Bicycle Chicken
Main Dishes | Author's cuisine
⏳ Time
1 hour + 10 hours
🥕 Ingredients
13
🍽️ Servings
2
Description
Recipe by John Smith, chef at the Wine Bar Bistro.
Ingredients
- Poultry - 21.2 oz
- Orange Bell Peppers - 14.8 oz
- Baking Tomatoes - 9.9 oz
- Mild Chili Spice - 2.1 oz
- Thai Bird's Eye Chili - 1.1 oz
- Lime - 2 pieces
- Cilantro - 0.7 oz
- Basil - 0.7 oz
- Ocean salt - 0.2 oz
- Smoked salt - 0.1 oz
- Black Cumin (Cumin) - 0.1 oz
- Grated Ginger Root - 0.7 oz
- Salt - 0.4 oz
Step by Step guide
Step 1
Roast the sweet peppers unpeeled in a preheated oven at 356°F for 15 minutes. Then, cover the peppers with aluminum foil or place them in a plastic bag and let them cool completely.
Step 2
Prepare the chicken: open the carcass by making a cut along the center of the breast. Run the knife along the breast and ribs to separate the meat from the bone. Then remove the backbone and cut the chicken into two halves.
Step 3
Grate the ginger coarsely and mix it with sea salt. Rub the mixture thoroughly into the meat side of the chicken halves, cover the chicken with plastic wrap, and let it marinate for 1 hour.
Step 4
Peel the roasted peppers, removing the skin and seeds (if you don't have time to wait for them to cool, you can place them in ice water for a couple of minutes; this also works and makes the skin easier to remove). Place the flesh of the peppers in a blender.
Step 5
Remove the stems from chili peppers of all sizes. Remove the seeds if desired—if you enjoy fiery snacks, you can leave them in. Chop the hot peppers as you like.
Step 6
Add all the pepper and peeled tomatoes to the blender. Blend everything until smooth.
Step 7
Add lime juice and zest, cumin, paprika, and salt to the sauce. Finally, add the herbs (only the leaves) and blend the sauce again for a smooth consistency.
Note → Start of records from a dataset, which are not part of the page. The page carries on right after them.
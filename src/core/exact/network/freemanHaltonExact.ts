import { DEFAULT_BUDGET, RELATIVE_TIE_TOLERANCE, type Budget, type Computed, type ExactPValue, type Stopped } from '../types';
import { logFactorialTable } from './logFactorialTable';
import { networkSearch, type LogMass, type NetworkProblem } from './networkSearch';
import { SearchGuard } from './searchGuard';
import { twoRowNetworkSearch } from './twoRowNetworkSearch';

/**
 * Past values that agree within 2^−44 of the largest possible value (log N!, at least 16) are merged:
 * a few hundred units in the last place, enough to absorb the rounding of sums taken in different
 * orders, and far below the tie tolerance. (The two-row search merges in each pass of its run merges,
 * so a value may move by ⌈log₂ runs⌉ such widths, at most ~1e-9 here; weights are always kept whole.)
 */
const MERGE_RELATIVE_WIDTH = 2 ** -44;
const MERGE_SMALLEST_SCALE = 16;
/** Margins are held in Int32Arrays; a larger total could not be searched within any memory anyway. */
const LARGEST_TOTAL = 2 ** 31 - 1;

/**
 * Freeman–Halton exact test for an r × c table: the probability, given both margins, of all tables
 * with those margins that are no more probable than the observed one (Freeman & Halton 1951,
 * Biometrika 38, 141–149), computed with the network algorithm of Mehta & Patel (1983, JASA 78,
 * 427–434; FEXACT, ACM TOMS Algorithm 643, 1986) rather than by listing the tables.
 *
 * Intuition: tables are built one column at a time; partial tables that leave the same multiset of
 * row sums share their future, so they are merged, and whole families of completions are counted or
 * dropped at once when bounds show they all fall on one side of the observed probability.
 *
 * ## Method
 * Zero rows and columns are dropped (they change no probability). The shorter side becomes the rows
 * (the node state) and the columns, largest first, are the stages. A table's probability is
 * exp(K − Σ log x_ij!) with K = Σ log r_i! + Σ log c_j! − log N!; a table counts when its probability
 * is at most P(observed)·(1 + RELATIVE_TIE_TOLERANCE). Two-row tables use a specialised network whose
 * node is a single number and whose path bounds are exact (twoRowNetworkSearch); larger tables use
 * networkSearch. Everything is in log space, so p is accurate in relative terms even far below 1e-300.
 *
 * @param observed - The table of counts: rows of equal length, non-negative safe integers. The caller
 *   validates user input; a malformed table here is a programmer error and throws a RangeError.
 * @param budget - Time and memory limits, cancellation and progress (defaults: DEFAULT_BUDGET).
 * @returns `{ ok: true, value }` with method 'freeman-halton-network', p and log10 p; or why the search
 *   stopped ('time', 'memory', 'cancelled') and after how long.
 * @example freemanHaltonExact([[3, 1], [1, 3]]) // p = 34/70 ≈ 0.4857
 */
export function freemanHaltonExact(observed: number[][], budget?: Partial<Budget>): Computed<ExactPValue> {
  const guard = new SearchGuard({ ...DEFAULT_BUDGET, ...budget });
  validate(observed);
  const rowCount = observed.length;
  const columnCount = observed[0].length;
  const rowSums = observed.map((row) => row.reduce((sum, count) => sum + count, 0));
  const columnSums = observed[0].map((_, j) => observed.reduce((sum, row) => sum + row[j], 0));
  const keptRows = [...Array(rowCount).keys()].filter((i) => rowSums[i] > 0);
  const keptColumns = [...Array(columnCount).keys()].filter((j) => columnSums[j] > 0);
  const total = rowSums.reduce((sum, value) => sum + value, 0);
  if (keptRows.length <= 1 || keptColumns.length <= 1) return done(0, guard);

  if (total > LARGEST_TOTAL) return { ok: false, reason: 'memory', elapsedMs: guard.elapsedMs() };
  const tableBytes = (total + 1) * 8;
  let stopped: Stopped | undefined;
  const shouldStop = (): boolean => (stopped = guard.check(tableBytes, 0)) !== undefined;
  const whyStopped = (): Stopped | undefined => stopped;
  const logFactorial = shouldStop() ? undefined : logFactorialTable(total, shouldStop);
  if (!logFactorial) return whyStopped() as Stopped;
  let observedLogWeight = 0;
  for (const i of keptRows) for (const j of keptColumns) observedLogWeight -= logFactorial[observed[i][j]];
  let logConstant = -logFactorial[total];
  for (const i of keptRows) logConstant += logFactorial[rowSums[i]];
  for (const j of keptColumns) logConstant += logFactorial[columnSums[j]];

  const [stateSums, stageSums] = keptRows.length <= keptColumns.length
    ? [keptRows.map((i) => rowSums[i]), keptColumns.map((j) => columnSums[j])]
    : [keptColumns.map((j) => columnSums[j]), keptRows.map((i) => rowSums[i])];
  stageSums.sort((a, b) => b - a);
  const problem: NetworkProblem = {
    rowSums: Int32Array.from(stateSums),
    columnSums: Int32Array.from(stageSums),
    logFactorial,
    threshold: observedLogWeight + Math.log1p(RELATIVE_TIE_TOLERANCE),
    bucketScale: 1 / (MERGE_RELATIVE_WIDTH * Math.max(MERGE_SMALLEST_SCALE, logFactorial[total])),
  };
  const result: LogMass = stateSums.length === 2 ? twoRowNetworkSearch(problem, guard) : networkSearch(problem, guard);
  if (!result.ok) return result;
  return done(Math.min(0, logConstant + result.logMass), guard);
}

function done(logP: number, guard: SearchGuard): Computed<ExactPValue> {
  return {
    ok: true,
    value: { method: 'freeman-halton-network', p: Math.exp(logP), log10p: logP / Math.LN10, elapsedMs: guard.elapsedMs() },
  };
}

function validate(observed: number[][]): void {
  if (!Array.isArray(observed) || observed.length === 0 || !Array.isArray(observed[0]) || observed[0].length === 0) {
    throw new RangeError('freemanHaltonExact needs a table with at least one row and one column');
  }
  const width = observed[0].length;
  let total = 0;
  for (const row of observed) {
    if (!Array.isArray(row) || row.length !== width) throw new RangeError('freemanHaltonExact needs rows of equal length');
    for (const count of row) {
      if (!Number.isSafeInteger(count) || count < 0) throw new RangeError(`freemanHaltonExact needs non-negative integer counts, got ${count}`);
      total += count;
    }
  }
  if (!Number.isSafeInteger(total)) throw new RangeError('freemanHaltonExact needs a total below 2^53');
}
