import type { NodePastTable } from './nodePastTable';

/**
 * Values are grouped in bands of this width (log units); a value v is stored as the term
 * weight·exp(v − reference(v)), where reference(v) is the top of its band, so the terms lie in
 * [weight·e^−256, weight]: sums need no exp per entry, and even the product of two terms (≥ e^−512)
 * stays far above the smallest double (≈ e^−708).
 */
export const BAND_WIDTH = 256;

/** The top of the band holding `value`. */
export function bandReference(value: number): number {
  return BAND_WIDTH * (Math.floor(value / BAND_WIDTH) + 1);
}

/** The stored term of a value with the given weight. */
export function termOf(value: number, weight: number): number {
  return weight * Math.exp(value - bandReference(value));
}

/**
 * Past values (or completion values) of one node sorted ascending, each with its weight (a path
 * count) expressed as a term relative to its band, and prefix sums of weight·exp(value), so that
 * "all values up to v" costs one binary search and one lookup.
 */
export class SortedPastPaths {
  count = 0;
  past: Float64Array;
  /** weight[q]·exp(past[q]) = term[q]·exp(bandReference(past[q])). */
  term: Float64Array;
  /** Path counts, kept only by `load` (the r × c network moves them on to child nodes). */
  weight: Float64Array;
  /** Σ_{q' ≤ q} weight[q']·exp(past[q']) = prefixScaled[q]·exp(prefixReference[q]). */
  prefixScaled: Float64Array;
  prefixReference: Float64Array;
  /**
   * For completion lists: log of the total weight·exp(value) of completions that were folded in
   * because they count for every past value that can still reach the node (−Infinity if none).
   */
  alwaysLogMass = -Infinity;

  constructor(capacity = 64) {
    this.past = new Float64Array(capacity);
    this.term = new Float64Array(capacity);
    this.weight = new Float64Array(0);
    this.prefixScaled = new Float64Array(capacity);
    this.prefixReference = new Float64Array(capacity);
  }

  /** Loads and sorts the entries of `table`. */
  load(table: NodePastTable, bucketScale: number): void {
    const count = table.count;
    this.count = 0;
    this.reserve(count);
    if (this.weight.length < this.past.length) this.weight = new Float64Array(this.past.length);
    let filled = 0;
    const weights = table.weights;
    for (let slot = 0; slot < weights.length; slot++) if (weights[slot] !== 0) this.past[filled++] = table.pasts[slot];
    this.past.subarray(0, count).sort();
    for (let q = 0; q < count; q++) {
      const value = this.past[q];
      const weight = table.weightOf(value, bucketScale);
      this.weight[q] = weight;
      this.term[q] = termOf(value, weight);
    }
    this.count = count;
    this.computePrefix();
  }

  /** Makes room for `capacity` entries, keeping the first `count` (the prefix sums are recomputed later). */
  ensureCapacity(capacity: number): void {
    this.reserve(capacity);
  }

  /**
   * Appends a value (≥ every value held) with its term, merging it into the last one when within
   * `tolerance` (then the term is moved to the last value's band if the two straddle a band edge).
   */
  push(value: number, term: number, tolerance: number): void {
    const count = this.count;
    if (count > 0 && value - this.past[count - 1] <= tolerance) {
      const last = this.past[count - 1];
      const shift = bandReference(value) - bandReference(last);
      this.term[count - 1] += shift === 0 ? term : term * Math.exp(shift);
      return;
    }
    if (count === this.past.length) this.reserve(2 * count + 16);
    this.past[count] = value;
    this.term[count] = term;
    this.count = count + 1;
  }

  /** Fills the prefix sums; call once the values and terms are in place. */
  computePrefix(): void {
    let reference = this.count > 0 ? bandReference(this.past[0]) : 0;
    let scaled = 0;
    for (let q = 0; q < this.count; q++) {
      const band = bandReference(this.past[q]);
      if (band !== reference) {
        scaled *= Math.exp(reference - band);
        reference = band;
      }
      scaled += this.term[q];
      this.prefixScaled[q] = scaled;
      this.prefixReference[q] = reference;
    }
  }

  /** log Σ_{q' ≤ q} weight[q']·exp(past[q']). */
  logPrefixMass(q: number): number {
    return Math.log(this.prefixScaled[q]) + this.prefixReference[q];
  }

  /** How many values are ≤ limit. */
  countAtMost(limit: number): number {
    const past = this.past;
    let low = 0;
    let high = this.count;
    if (high === 0 || past[0] > limit) return 0;
    if (past[high - 1] <= limit) return high;
    while (low < high) {
      const middle = (low + high) >>> 1;
      if (past[middle] <= limit) low = middle + 1;
      else high = middle;
    }
    return low;
  }

  /** Shrinks the arrays to the entries held (for lists that are kept). */
  trim(): this {
    if (this.past.length === this.count) return this;
    this.past = this.past.slice(0, this.count);
    this.term = this.term.slice(0, this.count);
    this.prefixScaled = this.prefixScaled.slice(0, this.count);
    this.prefixReference = this.prefixReference.slice(0, this.count);
    if (this.weight.length > 0) this.weight = this.weight.slice(0, this.count);
    return this;
  }

  bytes(): number {
    return (this.past.length * 4 + this.weight.length) * 8;
  }

  private reserve(capacity: number): void {
    if (this.past.length >= capacity) return;
    const grown = Math.max(capacity, 2 * this.past.length);
    const count = this.count;
    this.past = copy(this.past, grown, count);
    this.term = copy(this.term, grown, count);
    if (this.weight.length > 0) this.weight = copy(this.weight, grown, count);
    this.prefixScaled = new Float64Array(grown);
    this.prefixReference = new Float64Array(grown);
  }
}

function copy(values: Float64Array, capacity: number, count: number): Float64Array {
  const grown = new Float64Array(capacity);
  grown.set(values.subarray(0, count));
  return grown;
}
Tear the leaves from the herbs and add them to the blender as well.
Step 8
Remove the chicken and take off the ginger. Place the chicken in the sauce, thoroughly coat the entire body with the sauce (be sure to wear gloves, as the sauce is incredibly spicy!) and put it in the refrigerator to marinate for another 8–12 hours.
Step 9
Once the chicken has marinated, thoroughly scrape off any excess marinade. Heat a large skillet with vegetable and butter, place the chicken skin-side down, and sear for 3 minutes. Then, flip it over and cook for another 3 minutes on the other side. Throughout the cooking process, baste the chicken with the oil from the skillet to achieve a more golden crust.
Step 10
Place the chicken in a preheated oven at 392°F for 10 minutes. Serve the chicken with the remaining sauce.